- TASK REQUIREMENTS: Set down exactly the entries below, beginning at their first line and ending at the line with "no issuer risk)".

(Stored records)
════════
@dataclass(frozen=True, slots=True)
class Product:
    """Base class of every product. Subclasses set ``kind`` and implement the hooks."""

    kind: ClassVar[str] = ""

    name: str | None = field(default=None, kw_only=True)
    #: the file the product was read from (named in errors found when it is priced)
    source: str | None = field(default=None, kw_only=True, compare=False, repr=False)
    #: the issuer whose funding spread (the market's ``[issuers]``) discounts the cash flows,
    #: unless ``funding`` is False (an option that carries no issuer risk)
    issuer: str | None = field(default=None, kw_only=True)
    funding: bool = field(default=True, kw_only=True)
    #: how a payoff on an asset quoted in another currency is paid: "quanto" (the amount in
    #: reporting units, times ``quanto_rate``) or "converted" (:mod:`fairpath.products.currency`)
    settlement: str | None = field(default=None, kw_only=True)
    quanto_rate: float = field(default=1.0, kw_only=True)

    def __init_subclass__(cls, **kwargs):
        super(Product, cls).__init_subclass__(**kwargs)
        # (twice for a slotted dataclass: the slotted class replaces the first); a variant of
        # a kind (VARIANTS) leaves the kind's class registered
        if cls.__dict__.get("kind") and not cls.__dict__.get("variant"):
            REGISTRY[cls.kind] = cls

    @classmethod
    def for_terms(cls, tab) -> type[Product]:
        """The class a file of this ``kind`` builds, given its table: a variant registered in
        :data:`VARIANTS` for a key the file gives (a basket with exercise dates), else the
        class itself."""
        for (kind, key), variant in VARIANTS.items():
            if kind == cls.kind and tab.has(key):
                return variant
        return cls

    @classmethod
    def from_table(cls, tab) -> dict:
        """Constructor keywords read from a product file's table (``fairpath.inputs.Table``)."""
        raise NotImplementedError

    # -- what the engine asks ------------------------------------------------------------
    def underlyings(self) -> tuple[str, ...]:
        """Assets whose levels the payoff needs, in the order of ``PathSet.levels`` axis 1."""
        raise NotImplementedError

    def observation_dates(self) -> tuple[date, ...]:
        """Strictly increasing dates on which the payoff needs levels (may be empty when
        everything is already fixed)."""
        raise NotImplementedError

    def daily_until(self) -> date | None:
        """Last date of a daily (weekday) monitoring, if the product monitors daily: the engine
        then adds every weekday after the valuation date up to this date to its grid."""
        return None

    def check(self, market: Market, source: str | None = None) -> None:
        """Raise :class:`InputError` if the product cannot be priced on this market."""
        key = "assets" if len(self.underlyings()) > 1 else "asset"
        for n in self.underlyings():
            market.asset(n, source=source, key=key)
        dates = self.observation_dates()
        if dates and dates[0] < market.valuation_date:
            raise InputError(f"{dates[0]} is before the valuation date {market.valuation_date}",
                             source=source, key=self.date_key())
        check_horizon(market, (*dates, self.daily_until()), source=source, key=self.date_key())

    def date_key(self) -> str:
        """The product key holding its dates (for error messages)."""
        return "expiry"

    def evaluate(self, paths: PathSet) -> tuple[np.ndarray, dict[str, np.ndarray]]:
        """Payoff and diagnostics together (override when they share work)."""
        return self.payoff(paths), self.diagnostics(paths)

    #: does the payoff jump as a function of the levels (digitals, triggers, discrete barriers)?
    payoff_jumps: ClassVar[bool] = False

    def score_safe(self) -> bool:
        """Does the payoff depend on today's spots only through the simulated levels? Then the
        likelihood-ratio weights are valid (a Brownian-bridge weight from today's spot is not)."""
        return True

    def has_pathwise(self, market: Market) -> bool:
        """Does :meth:`pathwise` give estimators for this product on this market?"""
        return False

    def pathwise(self, paths: PathSet) -> dict[Estimator, np.ndarray]:
        """Per-path derivatives of the discounted payoff, keyed by
        ``Estimator(PATHWISE, "delta", NAME)`` and, where the vol is flat,
        ``Estimator(PATHWISE, "vega", NAME)`` (see :func:`level_sensitivities`)."""
        return {}

    def funding_curve(self, market: Market, source: str | None = None
                      ) -> DiscountCurve | None:
        """The issuer's funding spread curve its cash flows are discounted with (on top of
        the discount curve), or None (no issuer, or ``funding = false``)."""
        if self.issuer is None or not self.funding:
            return None
        return market.issuer_spread(self.issuer, source=source or self.source)

    def struck(self, market: Market) -> Product:
        """The product with every level that is fixed from today's spots fixed explicitly, so
        a spot bump moves the asset and not the trade's terms (e.g. a basket's initial levels)."""
        return self

    def diagnostics(self, paths: PathSet) -> dict[str, np.ndarray]:
        """Per-path quantities whose averages are reported beside the price (e.g. the
        probability of an early redemption); none by default."""
        return {}

    def notes(self, market: Market) -> tuple[str, ...]:
        """Remarks on the trade's state to show beside its price (e.g. a barrier already hit)."""
        return ()

    def warnings(self) -> tuple[str, ...]:
        """Legal but doubtful terms, warned about once when the product is loaded."""
        return ()

    def daily_stride(self) -> int:
        """Of the weekdays up to :meth:`daily_until`, the engine simulates every this many
        (1: every weekday; more where the product reads the closes in between from a bridge)."""
        return 1

    def for_models(self, capabilities: frozenset[Capability], daily_grid: bool) -> Product:
        """The product as the engine prices it under models with these ``capabilities``
        (``daily_grid``: they step every weekday anyway): a cheaper but equivalent reading of
        its terms where the models allow one (a daily watch through exact bridges between the
        observation dates); itself by default."""
        return self

    def model_notes(self, capabilities: frozenset[Capability]) -> tuple[str, ...]:
        """Remarks on how the product is priced under models with these capabilities (e.g. an
        approximate Brownian bridge)."""
        return ()

    # -- two phases (early exercise and other fitted policies) ---------------------------
    def pilot_paths(self) -> int:
        """Paths this product needs, before pricing, to fit what it decides on the paths (an
        exercise policy); 0: none (the default)."""
        return 0

    def fit(self, pilot: PathSet) -> Product:
        """The product with its policy fitted on ``pilot`` paths (drawn from a stream of their
        own) and frozen: every thread and scenario of the run prices the returned product."""
        return self

    def payoff(self, paths: PathSet) -> np.ndarray:
        """Discounted cash of every path, shape (paths,), quantity included."""
        raise NotImplementedError

    def controls(self, market: Market) -> list[ControlVariate]:
        """Control variates with known means; by default the discounted level of every asset
        on the last observation date, whose mean is its discounted forward."""
        dates = self.observation_dates()
        if not dates:
            return []
        last = dates[-1]
        t = market.time(last)
        df = float(market.discount.df(t))
        out = []
        for n in self.underlyings():
            mean = market.forward(n, t) * df

            def values(ps: PathSet, n=n, last=last, df=df):
                return ps.level(n, last) * df
            out.append(ControlVariate(f"discounted {n} on {last}", values, mean,
                                      model_free=True))
        return out

    def closed_form(self, market: Market) -> float | None:
        """Closed-form price under flat Black-Scholes-Merton inputs, when one exists."""
        return None

    def reference(self, market: Market) -> float | None:
        """The closed form when it applies to this market: registered for the product's kind
        and every model of its assets declaring what it needs (lognormal levels)."""
        from fairpath.models import ModelSet

        caps = ModelSet.resolve(market, self.underlyings()).capabilities
        if not usable(self.kind, Shortcut.CLOSED_FORM, caps) or \
                self.funding_curve(market) is not None:  # the closed forms know no spread
            return None
        return self.closed_form(market)

    def label(self) -> str:
        return self.name or self.kind
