@pytest.mark.parametrize("value", [3, 3.0, None, ["3M"], date(2027, 1, 1)])
def test_parse_tenor_not_a_string(value):
    with pytest.raises(InputError, match="must be a string"):
        parse_tenor(value)


def test_parse_tenor_error_names_source_and_key():
    with pytest.raises(InputError) as ei:
        parse_tenor("6X", source="trade.toml", key="fixings.every")
    assert isinstance(ei.value, ValueError)
    assert ei.value.source == "trade.toml" and ei.value.key == "fixings.every"
    assert str(ei.value).startswith("trade.toml: fixings.every: ")
    assert "'6X'" in str(ei.value)


@given(n=st.integers(1, 999), unit=st.sampled_from("DWMY"))
def test_tenor_round_trip(n, unit):
    assert str(parse_tenor(f"{n}{unit}")) == f"{n}{unit}"
    assert str(parse_tenor(f"{n}{unit.lower()}")) == f"{n}{unit}"


def test_tenor_add_to_days_and_weeks():
    # hand computation: no weekend roll in Tenor.add_to
    d = date(2026, 12, 1)
    assert Tenor(1, "D").add_to(d) == date(2026, 12, 2)
    assert Tenor(31, "D").add_to(d) == date(2027, 1, 1)
    assert Tenor(1, "W").add_to(d) == date(2026, 12, 8)
    assert Tenor(2, "W").add_to(d, times=3) == date(2027, 1, 12)
    assert Tenor(1, "D").add_to(date(2026, 12, 4)) == date(2026, 12, 5)  # a Saturday, kept
    assert Tenor(3, "M").add_to(d, times=0) == d


# ---------------------------------------------------------------------------------------------
# Month arithmetic (hand computation with the calendar)
# ---------------------------------------------------------------------------------------------
@pytest.mark.parametrize("start, months, expected", [
    (date(2027, 1, 31), 1, date(2027, 2, 28)),    # clipped to February's end
    (date(2028, 1, 31), 1, date(2028, 2, 29)),    # leap year
    (date(2027, 1, 31), 2, date(2027, 3, 31)),    # from the start date: no drift to the 28th
    (date(2027, 3, 31), 1, date(2027, 4, 30)),
    (date(2027, 8, 31), 1, date(2027, 9, 30)),
    (date(2027, 1, 30), 1, date(2027, 2, 28)),
    (date(2027, 1, 28), 1, date(2027, 2, 28)),
    (date(2027, 2, 28), 1, date(2027, 3, 28)),    # not moved to the month's end
    (date(2026, 12, 15), 1, date(2027, 1, 15)),   # year roll
    (date(2026, 12, 1), 6, date(2027, 6, 1)),
    (date(2026, 11, 30), 3, date(2027, 2, 28)),
    (date(2028, 2, 29), 12, date(2029, 2, 28)),   # 29 Feb + 1Y
    (date(2028, 2, 29), 48, date(2032, 2, 29)),   # 29 Feb + 4Y: a leap year again
    (date(2100, 1, 31), 1, date(2100, 2, 28)),    # 2100 is not a leap year
    (date(2000, 1, 31), 1, date(2000, 2, 29)),    # 2000 is
    (date(2027, 3, 31), -1, date(2027, 2, 28)),   # backwards too
    (date(2027, 1, 15), -1, date(2026, 12, 15)),
    (date(2027, 5, 31), 0, date(2027, 5, 31)),
])
def test_add_months(start, months, expected):
    assert add_months(start, months) == expected


@pytest.mark.parametrize("start, tenor, expected", [
    (date(2027, 1, 31), "1M", date(2027, 2, 28)),
    (date(2028, 2, 29), "1Y", date(2029, 2, 28)),
    (date(2027, 8, 31), "6M", date(2028, 2, 29)),
    (date(2026, 12, 1), "5Y", date(2031, 12, 1)),
])
def test_tenor_month_and_year_steps(start, tenor, expected):
    assert parse_tenor(tenor).add_to(start) == expected


@settings(max_examples=300, deadline=None)
@given(start=DATES, months=st.integers(0, 240))
def test_add_months_matches_quantlib(start, months):
    # reference: QuantLib's Date + Period(n, Months), which clips to the end of the month
    assert add_months(start, months) == from_ql(to_ql(start) + ql.Period(months, ql.Months))


# ---------------------------------------------------------------------------------------------
# Weekend roll and as_date
# ---------------------------------------------------------------------------------------------
def test_roll_weekend():
    # 4 Dec 2026 is a Friday (calendar)
    fri = date(2026, 12, 4)
    assert roll_weekend(fri) == fri
    assert roll_weekend(fri + timedelta(days=1)) == date(2026, 12, 7)   # Saturday -> Monday
    assert roll_weekend(fri + timedelta(days=2)) == date(2026, 12, 7)   # Sunday -> Monday
    assert roll_weekend(date(2026, 12, 7)) == date(2026, 12, 7)
    assert roll_weekend(date(2027, 1, 2)) == date(2027, 1, 4)            # across a year end


@given(d=DATES)
def test_roll_weekend_matches_quantlib(d):
    # reference: QuantLib's weekends-only calendar with the Following convention
    expected = from_ql(ql.WeekendsOnly().adjust(to_ql(d), ql.Following))
    assert roll_weekend(d) == expected


def test_as_date():
    assert as_date(date(2027, 12, 1)) == date(2027, 12, 1)
    assert as_date("2027-12-01") == date(2027, 12, 1)
    assert as_date(" 2027-12-01 ") == date(2027, 12, 1)
    from datetime import datetime
    for bad in ("2027-13-01", "1 Dec 2027", 20271201, None, datetime(2027, 12, 1, 10, 0)):
        with pytest.raises(InputError, match="expected a date"):
            as_date(bad, source="p.toml", key="expiry")


# ---------------------------------------------------------------------------------------------
# Schedules
# ---------------------------------------------------------------------------------------------
def test_schedule_semiannual():
    # hand computation: 1 Jun 2027 (Tue) every 6M; 1 Jun 2028 is a Thursday, 1 Dec 2029 a Saturday
    got = schedule_dates({"first": date(2027, 6, 1), "every": "6M", "count": 6})
    assert got == (date(2027, 6, 1), date(2027, 12, 1), date(2028, 6, 1), date(2028, 12, 1),
                   date(2029, 6, 1), date(2029, 12, 3))


def test_schedule_month_end_each_from_first_and_rolled():
    # 31 Jan 2027 is a Sunday -> Mon 1 Feb; 28 Feb 2027 is a Sunday -> Mon 1 Mar;
    # 31 Mar 2027 (Wed) shows that every date is computed from `first` (no drift to the 28th)
    got = schedule_dates({"first": date(2027, 1, 31), "every": "1M", "count": 4})
    assert got == (date(2027, 2, 1), date(2027, 3, 1), date(2027, 3, 31), date(2027, 4, 30))


def test_schedule_leap_year():
    # 31 Jan 2028 is a Monday, 29 Feb 2028 a Tuesday, 31 Mar 2028 a Friday
    got = schedule_dates({"first": date(2028, 1, 31), "every": "1M", "count": 3})
    assert got == (date(2028, 1, 31), date(2028, 2, 29), date(2028, 3, 31))
    # yearly from 29 Feb 2028: 28 Feb 2029 (Wed), 28 Feb 2030 (Thu), 28 Feb 2031 (Fri),
    # 29 Feb 2032 (Sun -> Mon 1 Mar)
    got = schedule_dates({"first": date(2028, 2, 29), "every": "1Y", "count": 5})
    assert got == (date(2028, 2, 29), date(2029, 2, 28), date(2030, 2, 28), date(2031, 2, 28),
                   date(2032, 3, 1))


def test_schedule_weekly_and_count_one():
    got = schedule_dates({"first": date(2026, 12, 8), "every": "1W", "count": 52})
    assert len(got) == 52
    assert got[0] == date(2026, 12, 8) and got[-1] == date(2027, 11, 30)
    assert all((b - a).days == 7 for a, b in zip(got, got[1:], strict=False))
    assert schedule_dates({"first": date(2026, 12, 5), "every": "1Y", "count": 1}) == (
        date(2026, 12, 7),)  # a Saturday `first` rolls too


def test_schedule_first_as_string():
    assert schedule_dates({"first": "2027-06-01", "every": "6M", "count": 2}) == (
        date(2027, 6, 1), date(2027, 12, 1))


def test_schedule_daily_across_a_weekend_is_refused():
    # Fri 4 Dec 2026 + 1D = Sat -> Mon, + 2D = Sun -> Mon: the same date twice
    with pytest.raises(InputError, match="twice"):
        schedule_dates({"first": date(2026, 12, 4), "every": "1D", "count": 3})
    # Mon to Fri with 1D is fine
    got = schedule_dates({"first": date(2026, 12, 7), "every": "1D", "count": 5})
    assert got == tuple(date(2026, 12, 7 + i) for i in range(5))


def test_explicit_dates_taken_as_written():
    spec = {"dates": [date(2027, 3, 6), date(2027, 6, 1), "2027-09-01"]}  # 6 Mar 2027 is a Sat
    assert schedule_dates(spec) == (date(2027, 3, 6), date(2027, 6, 1), date(2027, 9, 1))
    # a bare list is the same as {dates = [...]}
    assert schedule_dates([date(2027, 3, 6), date(2027, 3, 7)]) == (date(2027, 3, 6),
                                                                      date(2027, 3, 7))


@pytest.mark.parametrize("dates", [
    [date(2027, 6, 1), date(2027, 3, 1)],
    [date(2027, 6, 1), date(2027, 6, 1)],
    [date(2027, 3, 1), date(2027, 6, 1), date(2027, 5, 1)],
])
def test_explicit_dates_must_increase(dates):
    with pytest.raises(InputError, match="strictly increasing"):
        schedule_dates({"dates": dates}, source="note.toml", key="observations")
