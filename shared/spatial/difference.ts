/** What the difference map needs of a reading (a subset of the survey map's reading). */
export type DiffInput = { point: string; xM: number; yM: number; role: 'task' | 'reference'; lux: number | null; luxBound: 'exact' | 'lower' | 'upper' };

export type PointDifference = {
  point: string;
  /** Position in the later survey. */
  xM: number;
  yM: number;
  beforeLux: number | null;
  afterLux: number | null;
  /** after - before, lux; null when either side is a fault or only a bound. */
  deltaLux: number | null;
  /** delta / before; null when delta is null or before is 0. */
  deltaRel: number | null;
  /** The same label stands more than 0.5 m from where it stood before. */
  moved: boolean;
};

export type SurveyDifference = {
  points: PointDifference[];
  /** Labels measured only in the earlier / later survey. */
  onlyBefore: string[];
  onlyAfter: string[];
};

const MOVED_M = 0.5;

/**
 * Lux change per point between two surveys of the same plan, matched by point label.
 * Task points only; a label measured twice in one survey enters with its last reading.
 * A bound (over/under range) or a fault on either side gives no difference: the point is
 * listed with its values and deltaLux null, so the map can show it as not comparable.
 */
export function diffByLabel(before: readonly DiffInput[], after: readonly DiffInput[]): SurveyDifference {
  const index = (rs: readonly DiffInput[]) => new Map(rs.filter((r) => r.role === 'task').map((r) => [r.point, r]));
  const b = index(before);
  const a = index(after);
  const points: PointDifference[] = [];
  for (const [label, ra] of a) {
    const rb = b.get(label);
    if (!rb) continue;
    const comparable = ra.lux !== null && rb.lux !== null && ra.luxBound === 'exact' && rb.luxBound === 'exact';
    const deltaLux = comparable ? (ra.lux as number) - (rb.lux as number) : null;
    points.push({
      point: label, xM: ra.xM, yM: ra.yM, beforeLux: rb.lux, afterLux: ra.lux, deltaLux,
      deltaRel: deltaLux !== null && rb.lux ? deltaLux / rb.lux : null,
      moved: Math.hypot(ra.xM - rb.xM, ra.yM - rb.yM) > MOVED_M,
    });
  }
  return {
    points,
    onlyBefore: [...b.keys()].filter((k) => !a.has(k)),
    onlyAfter: [...a.keys()].filter((k) => !b.has(k)),
  };
}
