// Sends the outbox to the server, oldest first. Each record carries its idempotency key, so a
// sync interrupted after the server stored a record (and before the phone heard back) stores
// nothing twice when it runs again. A refusal (4xx) keeps the item with the server's reason.
import { api, ApiRequestError } from '@/lib/api-client';
import { markRefused, outboxItems, removeItem, type OutboxItem } from './field-db';

export type SyncOutcome = { sent: number; refused: number; stoppedOffline: boolean };

async function send(item: OutboxItem): Promise<void> {
  if (item.kind === 'session') await api.post(`/surveys/${item.surveyId}/field/sessions`, item.body);
  else if (item.kind === 'record') await api.post(`/surveys/${item.surveyId}/field/records`, item.body);
  else {
    const form = new FormData();
    form.set('idempotencyKey', item.body.idempotencyKey);
    form.set('takenAt', item.body.takenAt);
    form.set('keepLocation', String(item.body.keepLocation));
    if (item.body.point) form.set('point', item.body.point);
    if (item.body.plannedPointId) form.set('plannedPointId', String(item.body.plannedPointId));
    if (item.body.zoneId) form.set('zoneId', String(item.body.zoneId));
    if (item.body.note) form.set('note', item.body.note);
    form.set('file', item.blob, item.body.filename);
    await api.upload(`/surveys/${item.surveyId}/field/photos`, form);
  }
}

let running: Promise<SyncOutcome> | null = null;

/** Runs one pass over the waiting items (one pass at a time per page). */
export function syncOutbox(): Promise<SyncOutcome> {
  running ??= (async () => {
    const out: SyncOutcome = { sent: 0, refused: 0, stoppedOffline: false };
    try {
      for (const item of await outboxItems()) {
        if (item.state !== 'waiting') continue;
        try {
          await send(item);
          await removeItem(item.key);
          out.sent++;
        } catch (e) {
          if (e instanceof ApiRequestError && e.status >= 400 && e.status < 500 && e.status !== 401 && e.status !== 429) {
            await markRefused(item.key, e.message);
            out.refused++;
          } else {
            // Offline, signed out or a server fault: the item waits for the next pass.
            out.stoppedOffline = true;
            break;
          }
        }
      }
    } finally {
      running = null;
    }
    return out;
  })();
  return running;
}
════════
- EXPECTED OUTPUT:
@dataclass(frozen=True, slots=True)
class Product:
    """Base class of every product. Subclasses set ``kind`` and implement the hooks."""

    kind: ClassVar[str] = ""

    name: str | None = field(default=None, kw_only=True)
    #: the file the product was read from (named in errors found when it is priced)
    source: str | None = field(default=None, kw_only=True, compare=False, repr=False)
    #: the issuer whose funding spread (the market's ``[issuers]``) discounts the cash flows,
    #: unless ``funding`` is False (an option that carries no issuer risk)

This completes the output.